A matéria denuncia irregularidades e violações de direitos trabalhistas que deixaram 7.822 empregados da empresa doentes ou incapacitados para o trabalho nos últimos quatro anos.
De acordo com o Auditor-Fiscal Mauro Müller, uma fiscalização na unidade de Montenegro (RS), no início do ano passado, resultou na interdição de máquinas e atividades. Foram aplicados 33 autos de infração após a visita. Entre as irregularidades, uma das que mais chamaram a atenção dos fiscais foi a situação dos empregados responsáveis por embalar frangos do tipo griller – um galeto pequeno, exportado principalmente para o Oriente Médio. Para colocar a ave dentro de um saco plástico, é necessário passá-la dentro de um funil. Os empregados escalados para a tarefa realizavam nada menos de 90 movimentos por minuto com os braços.
Segundo Mauro Müller, não existem máquinas capazes de atingir tamanha produtividade. As mais rápidas embalavam 15 frangos por minuto, metade da velocidade de um empregado da JBS. “Se uma máquina consegue dar conta apenas dessa produção, imagine o nível de exigência dos músculos, dos tendões, dos braços do trabalhador nesse posto”, analisa.

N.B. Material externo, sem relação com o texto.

def observe_mass(
    spectrum: Spectrum,
    *,
    snr: float = PEAK_SNR,
    ppm: float = MASS_TOL_PPM,
    floor: float = MASS_TOL_FLOOR,
    c13: float | str | None = None,
    calibrate: bool | float = True,
    polarity: str | None = None,
    metals=None,
    clip_negative: bool = False,
) -> MassObservation:
    """Find the cage species in a mass spectrum.

    Parameters
    ----------
    spectrum : Spectrum
        ``technique="mass"``, x in m/z; ``kind="profile"`` (centroided here)
        or ``kind="peaks"`` (a peak list).  Intensities must be >= 0.
    snr : float
        Peak threshold in noise standard deviations (:data:`PEAK_SNR`).
    ppm, floor : float
        Mass tolerance: ``max(ppm * 1e-6 * m/z, floor)`` (:data:`MASS_TOL_PPM`,
        :data:`MASS_TOL_FLOOR`, floor in m/z units).
    c13 : None, float or "fit"
        13C fraction of the theoretical envelopes: natural (None), fixed, or
        fitted per species.
    calibrate : bool or float
        True: estimate a constant m/z offset from the C_n ladder and correct
        it; False: none; a number: use that offset (measured minus true).
    polarity : {"positive", "negative"}, optional
        Default from ``spectrum.meta["polarity"]``, else positive.
    metals : iterable of str, optional
        Metals searched for endohedral candidates (default: all in the table).
    clip_negative : bool
        Set negative intensities to zero instead of refusing them.

    Returns
    -------
    MassObservation

    Examples
    --------
    >>> from cageprint.techniques.mass_synthetic import synthetic_mass_spectrum
    >>> s = synthetic_mass_spectrum([("C60", 1, 1.0), ("C70", 1, 0.4)], seed=1)
    >>> obs = observe_mass(s)
    >>> [(sp.formula, sp.charge) for sp in obs.species]
    [('C60', 1), ('C70', 1)]
    """
    if not isinstance(spectrum, Spectrum):
        raise SpectrumError(f"spectrum must be a Spectrum, got {type(spectrum).__name__}")
    if spectrum.technique != "mass":
        raise SpectrumError(
            f"observe_mass needs a spectrum with technique 'mass', got {spectrum.technique!r}"
        )
    pol = polarity or str(spectrum.meta.get("polarity", "positive")).lower()
    if pol.startswith("pos") or pol == "+":
        sign = 1
    elif pol.startswith("neg") or pol == "-":
        sign = -1
    else:
        raise SpectrumError(f"polarity must be 'positive' or 'negative', got {pol!r}")
    if c13 is not None and c13 != "fit":
        c13 = float(c13)
        if not 0.0 <= c13 <= 1.0:
            raise FormulaError(f"c13 must be None, 'fit' or a fraction in [0, 1], got {c13!r}")
    c13_fixed = C13_NATURAL if c13 is None else c13
    x, y = spectrum.x, spectrum.y
    if np.any(y < 0):
        if not clip_negative:
            i = int(np.flatnonzero(y < 0)[0])
            raise SpectrumError(
                f"spectrum has {int(np.count_nonzero(y < 0))} negative intensities (first at "
                f"point {i}, m/z {x[i]:.4f}: {y[i]:.4g}); mass spectra must be >= 0; pass "
                "clip_negative=True to set them to zero"
            )
        y = np.maximum(y, 0.0)
    if spectrum.kind == "profile":
        pmz, parea, _, noise, thr = _centroid_profile(x, y, snr)
    else:
        keep = y >= MIN_RELATIVE_INTENSITY * (y.max() if y.size else 0)
        pmz, parea = x[keep & (y > 0)], y[keep & (y > 0)]
        noise, thr = float("nan"), float(MIN_RELATIVE_INTENSITY * y.max())
    if pmz.size == 0:
        raise SpectrumError(
            f"no peaks in the mass spectrum above the threshold ({snr} x noise "
            f"{noise:.3g} = {thr:.3g}); lower snr= or check the file"
        )
    chains, free = _chains(pmz, parea, ppm, floor)

    # calibration offset from the C_n ladder
    calib: list[dict[str, Any]] = []
    if calibrate is True:
        for z, members in chains:
            r = _ladder_residual(sign * z, pmz[members], parea[members])
            if r and r[0] >= CALIBRANT_MIN_SCORE and abs(r[1]) <= MAX_CALIBRATION_OFFSET:
                calib.append({"formula": f"C{r[2]}", "charge": sign * z,
                              "offset": r[1], "score": r[0]})
        offset = float(np.median([c["offset"] for c in calib])) if calib else 0.0
        spread = (float(np.median(np.abs([c["offset"] - offset for c in calib])))
                  if len(calib) > 1 else float("nan"))
    elif calibrate is False:
        offset, spread = 0.0, float("nan")
    else:
        offset, spread = float(calibrate), float("nan")
    cmz = pmz - offset

    found: list[dict[str, Any]] = []
    envelopes: list[ObservedEnvelope] = []
    unexplained: list[dict[str, Any]] = []
    for z, members in chains:
        zs = sign * z
        emz, eint = cmz[members], parea[members]
        envelopes.append(ObservedEnvelope(zs, emz, eint))
        c13_search = c13 if c13 == "fit" else c13_fixed
        greedy = _greedy(zs, emz, eint, ppm, floor, c13_search, metals, snr, noise)
        chosen = greedy
        fit_greedy = _explained(greedy, emz, eint, ppm, floor)
        if c13 != "fit" and fit_greedy < PEEL_TRY_BELOW:
            peeled = _peel(zs, emz, eint, ppm, floor, c13_fixed, metals)
            if peeled and _explained(peeled, emz, eint, ppm, floor) > fit_greedy + 0.005:
                chosen = peeled
        if not chosen:
            unexplained.append({"charge": zs, "mz": [round(v, 5) for v in emz.tolist()],
                                "reason": "no candidate formula within tolerance "
                                f"({ppm} ppm, floor {floor}) and envelope score "
                                f">= {ENVELOPE_MIN_SCORE}"})
        found.extend(chosen)

    total_max = max((f["match"].scale for f in found), default=1.0) or 1.0
    by_key = {(f["match"].formula, f["match"].charge): f for f in found}
    species = []
    for f in found:
        m: MassMatch = f["match"]
        kind = f["kind"]
        pf = parse_formula(m.formula)
        reasons = [
            f"{m.n_matched} isotope peaks spaced 1/{abs(m.charge)} give charge {m.charge:+d}.",
            f"mass error {m.error_ppm:+.2f} ppm (tolerance {ppm} ppm, floor {floor}).",
            f"envelope cosine {m.envelope_score:.4f} with 13C fraction {m.c13:.4f}.",
        ]
        if f["shared"]:
            reasons.append("overlaps another envelope; separated by subtracting envelopes.")
        if f["alts"]:
            reasons.append("ambiguous: " + ", ".join(f["alts"][:6])
                           + " explain the envelope about as well.")
        parent_key = None
        fm = m.formula
        up = _text(dict(pf.inner), {**dict(pf.outer), "C": pf.cage_n + 2})
        if (up, m.charge) in by_key:
            parent = by_key[(up, m.charge)]["match"]
            if m.scale <= FRAGMENT_MAX_RATIO * parent.scale:
                parent_key = up
        if parent_key is not None:
            kind = "fragment"
            reasons.append(
                f"C2 loss from {parent_key} (spacing {24 / abs(m.charge):g} m/z, "
                f"{m.scale / by_key[(parent_key, m.charge)]['match'].scale:.1%} of it): "
                "probably a fragment, possibly a genuine cage."
            )
        species.append(MassSpecies(
            formula=fm, charge=m.charge, mz=round(m.mono_mz, 6),
            relative_abundance=m.scale / total_max, error_ppm=m.error_ppm,
            envelope_score=m.envelope_score,
            cage_n=pf.cage_n + (dict(pf.outer).get("N", 0) if kind == "heterofullerene" else 0),
            cage_charge=cage_charge(pf),
            kind=kind, reasons=tuple(reasons), alternatives=tuple(f["alts"]),
            n_peaks=m.n_matched, intensity=m.scale, c13=m.c13,
        ))
    species.sort(key=lambda s: -s.relative_abundance)

    diagnostics = {
        "polarity": "positive" if sign > 0 else "negative",
        "kind": spectrum.kind,
        "n_points": int(x.size),
        "noise": noise,
        "threshold": thr,
        "snr": snr,
        "ppm": ppm,
        "floor": floor,
        "c13": c13 if c13 == "fit" else c13_fixed,
        "n_peaks": int(pmz.size),
        "calibration_offset": offset,
        "calibration_spread": spread,
        "calibrants": tuple(calib),
        "calibration": ("estimated from the C_n ladder" if calibrate is True and calib
                        else "no C_n ladder found; no correction" if calibrate is True
                        else "given" if calibrate is not False else "off"),
        "unexplained_envelopes": tuple(unexplained),
        "unassigned_peaks": tuple(round(float(v), 5) for v in cmz[free]),
    }
    return MassObservation(
        species=tuple(species), envelopes=tuple(envelopes), peaks_mz=cmz, peaks_intensity=parea,
        diagnostics=MappingProxyType(diagnostics),
    )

Ao todo, 93% dos empregados entrevistados no setor disseram ter sentido dor na semana anterior à visita.
A matéria esclarece ainda que a mesma fiscalização verificou as condições na unidade de Passo Fundo (RS) e encontrou empregados lidando com uma quantidade de peso acima do normal. No setor de descarregamento de frango vivo, havia pessoas manuseando 50 toneladas por dia. O máximo permitido pela legislação, no entanto, são 10 toneladas diárias. A fábrica também usa empilhadeiras e paleteiras elétricas movidas a bateria, que pesam 1,1 tonelada cada. A troca dessas baterias, feita a cada turno, era manual. Os empregados usavam o corpo para fazer a substituição, empurrando ou puxando as peças.
Mauro Müller explicou também que a fiscalização dos relógios de ponto na unidade de Passo Fundo, de 16 de maio a 15 de dezembro do ano passado, identificou cerca de 27 mil jornadas além do limite permitido. “É muita coisa. É praticamente o setor produtivo todo trabalhando uma média diária de 9h40”.